New appraisals under way in big Summit land trade
Summit County Correspondent
Glenwood Springs, CO Colorado
SUMMIT COUNTY, Colorado – The key players in a major land swap are once again juggling the values of four Summit County parcels to try and make the deal fit federal guidelines for such trades.
The Snake River land exchange would convey the private 43-acre Chihuahua parcel, located in the Snake River backcountry, to the U.S. Forest Service. In return, the agency would give up 21 acres of land near the base of the River Run gondola with preliminary zoning approval for 24 slopeside units.
Two national forest parcels near Breckenridge are also part of the proposed deal. The Claimjumper parcel, along Airport Road, could be acquired by the town. Part of the land is slated for affordable workforce housing. Another parcel adjacent to the Cucumber Gulch nature preserve is important for natural resource values.
The trade process started about 10 years ago. It stalled last year when the Forest Service rejected an appraisal for the Chihuahua parcel. Now, the agency has started a new appraisal for all four parcels, expected to be complete by the end of November.
Gary Miller, owner of the Chihuahua parcel, paid for the first appraisal. Miller said he’s spent more than $1 million on the trade proposal thus far. This time, the Forest Service will pay the cost, estimated at about $40,000 by an agency land expert last year.
Most often, the proponents of a trade pay for the appraisals, but it’s not unheard of for the federal agency to share the cost, said Christopher Krupp, an attorney with a Seattle-based group that monitors trades.
The Forest Service offered to pay for the new appraisal as a sign of it’s commitment to the exchange, said Paul Semmer, lands specialist with the Dillon Ranger District of the U.S. Forest Service.
“We’ve got too much invested in this trade. It’s definitely in the public interest,” Semmer said.
“We’d really like to get it done,” Miller said. “We could make more money the other way,” Miller added, referring to the potential for development on the Chihuahua parcel.
The Forest Service, along with county officials, have backed the deal because the Chihuahua parcel includes important wildlife habitat, wetlands and recreational values.
In all, the Forest Service is willing to trade 74 acres of public land for the Chihuahua parcel. In an appraisal that expired last year, the three federal parcels were valued at a combined $4.825 million. The Forest Service did not accept the appraised value of the Chihuahua parcel and therefore did not release that figure to the public.

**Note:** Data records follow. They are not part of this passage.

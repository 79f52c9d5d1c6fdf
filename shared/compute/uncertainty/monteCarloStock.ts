import { ComputeError } from '@/shared/compute/errors'
import { lognormalFromMean } from './lognormal'
import { percentile } from './percentile'
import { seededRandom } from './seededRandom'
import type { FactorGroup } from './sharedFactor'

export interface DrawnBand {
  readonly meanKg: number
  readonly sdKg: number
  readonly p10Kg: number
  readonly p50Kg: number
  readonly p90Kg: number
}

/**
 * Stock of groups by drawing: one lognormal factor a group and trial, then every building's area. The sum of a
 * group's independent area errors is drawn as one normal number with their exact variance.
 *
 * @param trials ≥ 2 000 for P10 and P90; 20 000 bring their standard error near 0.3 % at CV 0.25
 * @param seed stored with the result
 * @throws {ComputeError} `parameter-out-of-range`, those of the factors
 * @remarks The sum of areas is normal to the accuracy of the central limit theorem, exact in mean and variance.
 * @see Morgan, M. G. & Henrion, M. (1990). Uncertainty, ch. 8.
 * @example
 * monteCarloStock([{ factorMeanKgPerM2: 800, factorCv: 0, areasM2: [100], areaCv: 0 }], 2000, 1).p90Kg // => 80000
 */
export function monteCarloStock(groups: readonly FactorGroup[], trials: number, seed: number): DrawnBand {
  if (!(Number.isInteger(trials) && trials >= 2)) throw new ComputeError('parameter-out-of-range', { trials })
  const random = seededRandom(seed)
  const parts = groups.map(({ factorMeanKgPerM2, factorCv, areasM2, areaCv }) => {
    let area = 0
    let areaVariance = 0
    areasM2.forEach((areaM2, index) => {
      area += areaM2
      areaVariance += (areaM2 * (typeof areaCv === 'number' ? areaCv : areaCv[index]!)) ** 2
    })
    return { ...lognormalFromMean(factorMeanKgPerM2, factorCv), area, areaSd: Math.sqrt(areaVariance) }
  })
  const totals = Float64Array.from({ length: trials }, () => {
    let total = 0
    for (const { logMean, logSd, area, areaSd } of parts) {
      total += Math.exp(logMean + logSd * random.normal()) * Math.max(0, area + areaSd * random.normal())
    }
    return total
  })
  const meanKg = totals.reduce((sum, total) => sum + total, 0) / trials
  const variance = totals.reduce((sum, total) => sum + (total - meanKg) ** 2, 0) / (trials - 1)
  totals.sort()
  return {
    meanKg,
    sdKg: Math.sqrt(variance),
    p10Kg: percentile(totals, 0.1),
    p50Kg: percentile(totals, 0.5),
    p90Kg: percentile(totals, 0.9),
  }
}
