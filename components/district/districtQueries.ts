import { queryOptions } from '@tanstack/react-query'
import { listDistricts, readDistrictOutlines } from '@/shared/api/outlines'
import type { ApiClient } from '@/sync/api/createApiClient'

/** The districts of the organisation. */
export const districtsQuery = (api: ApiClient) =>
  queryOptions({
    queryKey: ['districts'],
    queryFn: async ({ signal }) => (await api.call(listDistricts, {}, signal)).districts,
  })

/** Outlines of a district. */
export const districtOutlinesQuery = (api: ApiClient, districtId: string) =>
  queryOptions({
    queryKey: ['districts', districtId, 'outlines'],
    queryFn: async ({ signal }) => (await api.call(readDistrictOutlines, { params: { districtId } }, signal)).features,
    staleTime: 5 * 60_000,
  })
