import { foreignKey, index, integer, jsonb, pgTable, primaryKey, text, uuid } from 'drizzle-orm/pg-core';
import { catalogueItems } from './catalogue.js';
import { at, createdAt, id, updatedAt } from './columns.js';
import { jobs } from './jobs.js';
import { companies } from './people.js';

const company = () =>
  uuid('company_id')
    .notNull()
    .references(() => companies.id, { onDelete: 'cascade' });

/** What a company's work costs and how prices are made of it. */
export const priceBooks = pgTable('price_books', {
  companyId: uuid('company_id')
    .primaryKey()
    .references(() => companies.id, { onDelete: 'cascade' }),
  version: integer('version').notNull().default(1),
  book: jsonb('book').notNull(),
  updatedAt: updatedAt(),
});

/** Prices of catalogue items over time: the newest row of an item holds. Never updated. */
export const cataloguePrices = pgTable(
  'catalogue_prices',
  {
    id: id(),
    companyId: company(),
    itemId: uuid('item_id')
      .notNull()
      .references(() => catalogueItems.id, { onDelete: 'cascade' }),
    price: jsonb('price').notNull(),
    /** The import that brought it; null for one typed in. */
    importId: uuid('import_id'),
    createdBy: uuid('created_by'),
    createdAt: createdAt(),
  },
  (t) => [index('catalogue_prices_newest').on(t.companyId, t.itemId, t.createdAt)],
);

/** A file of items and prices that was taken in, with what it takes to undo that. */
export const catalogueImports = pgTable(
  'catalogue_imports',
  {
    id: id(),
    companyId: company(),
    fileName: text('file_name').notNull(),
    summary: jsonb('summary').notNull(),
    undo: jsonb('undo').notNull(),
    createdBy: uuid('created_by'),
    createdAt: createdAt(),
    undoneAt: at('undone_at'),
  },
  (t) => [index('catalogue_imports_company').on(t.companyId, t.createdAt)],
);

/** What people decided about the price of a job; the lines themselves come from the plan. */
export const jobPricings = pgTable(
  'job_pricings',
  {
    companyId: company(),
    jobId: uuid('job_id').notNull(),
    version: integer('version').notNull().default(1),
    pricing: jsonb('pricing').notNull(),
    updatedBy: uuid('updated_by'),
    updatedAt: updatedAt(),
  },
  (t) => [
    primaryKey({ columns: [t.companyId, t.jobId] }),
    foreignKey({
      name: 'job_pricings_job',
      columns: [t.companyId, t.jobId],
      foreignColumns: [jobs.companyId, jobs.id],
    }).onDelete('cascade'),
  ],
);

/** A fault of a plan that a designer answers for in writing, as it was told to them. */
export const faultAcceptances = pgTable(
  'fault_acceptances',
  {
    id: id(),
    companyId: company(),
    jobId: uuid('job_id').notNull(),
    /** Code and records of the fault, as the pricing module writes them. */
    faultKey: text('fault_key').notNull(),
    message: text('message').notNull(),
    reason: text('reason').notNull(),
    acceptedBy: uuid('accepted_by'),
    acceptedByName: text('accepted_by_name').notNull(),
    createdAt: createdAt(),
    withdrawnAt: at('withdrawn_at'),
  },
  (t) => [
    foreignKey({
      name: 'fault_acceptances_job',
      columns: [t.companyId, t.jobId],
      foreignColumns: [jobs.companyId, jobs.id],
    }).onDelete('cascade'),
    index('fault_acceptances_of_job').on(t.companyId, t.jobId),
  ],
);

/** Numbers that count up within a company: of proposals, invoices, receipts. */
export const companyCounters = pgTable(
  'company_counters',
  {
    companyId: company(),
    name: text('name').notNull(),
    last: integer('last').notNull(),
  },
  (t) => [primaryKey({ columns: [t.companyId, t.name] })],
);

/** What happened to a job, in order; never updated. */
export const jobEvents = pgTable(
  'job_events',
  {
    id: id(),
    companyId: company(),
    jobId: uuid('job_id').notNull(),
    kind: text('kind').notNull(),
    /** Null for the homeowner and for the product itself. */
    actorId: uuid('actor_id'),
    actorName: text('actor_name').notNull().default(''),
    data: jsonb('data').notNull().default({}),
    createdAt: createdAt(),
  },
  (t) => [
    foreignKey({
      name: 'job_events_job',
      columns: [t.companyId, t.jobId],
      foreignColumns: [jobs.companyId, jobs.id],
    }).onDelete('cascade'),
    index('job_events_of_job').on(t.companyId, t.jobId, t.createdAt),
  ],
);

/** Answers to requests that may happen once: by whoever asked and the key they gave. */
export const idempotencyKeys = pgTable(
  'idempotency_keys',
  {
    /** Who asked: a user or a link, as the access layer names them. */
    scope: text('scope').notNull(),
    key: text('key').notNull(),
    /** Method and path. */
    route: text('route').notNull(),
    bodyHash: text('body_hash').notNull(),
    /** Null while the first request is at work. */
    status: integer('status'),
    answer: jsonb('answer'),
    createdAt: createdAt(),
  },
  (t) => [primaryKey({ columns: [t.scope, t.key] }), index('idempotency_keys_age').on(t.createdAt)],
);
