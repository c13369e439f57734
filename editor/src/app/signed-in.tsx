import { Suspense } from 'react';
import { Navigate, Outlet, useLocation } from 'react-router-dom';
import { useMaybeMe } from '../lib/me';
import { to } from './paths';
import { StartingUp } from './route-failure';

/** Everything below is for somebody who is signed in; when that ends, the sign-in page keeps where they were. */
export function SignedIn() {
  const me = useMaybeMe();
  const { pathname, search } = useLocation();
  if (me.data === null) return <Navigate to={to.signIn(`${pathname}${search}`)} replace />;
  return (
    <Suspense fallback={<StartingUp />}>
      <Outlet />
    </Suspense>
  );
}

The parcel was platted as a town site back in the mining days, with old maps showing more than 500 lots. But part of the reason the trade has taken so long is that the parcel’s current development potential has never been accurately determined.
Because of its history, co-owner Gary Miller has said up to 180 homes could be developed on the Chihuahua land.
Federal rules require that parcels in a trade be close to equal value – within 25 percent. Last year, the Forest Service OK’d appraisals for the three federal parcels: River Run ($1.9 million), Claimjumper ($1.76 million) and Cucumber Gulch ($1.165 million). The total for all three parcels of federal land (81.3 acres) is $4.825 million.
The appraisals for the Snake River deal were done by a private company, Peterson Appraisal Company, under contract to Miller and the Chihuahua partnership and under Forest Service supervision. The work was completed last fall, but the appraisals expired this spring.
The deal hit a snag when the agency could not come up with an acceptable value for the privately owned Chihuahua parcel to make the deal come out even. Part of the difficulty is that Summit County hasn’t pinned an absolute development potential to the Chihuahua land.
Early on in the process, county officials disputed Miller’s claim that several hundred units could be built on the parcel. But the land’s historic legal status as a town muddies the picture. County officials hoped that getting the trade done would eliminate development potential on the land and avoid a battle over development rights on the land. That issue could end up in court, with outcome uncertain, according to county attorney Jeff Huntley.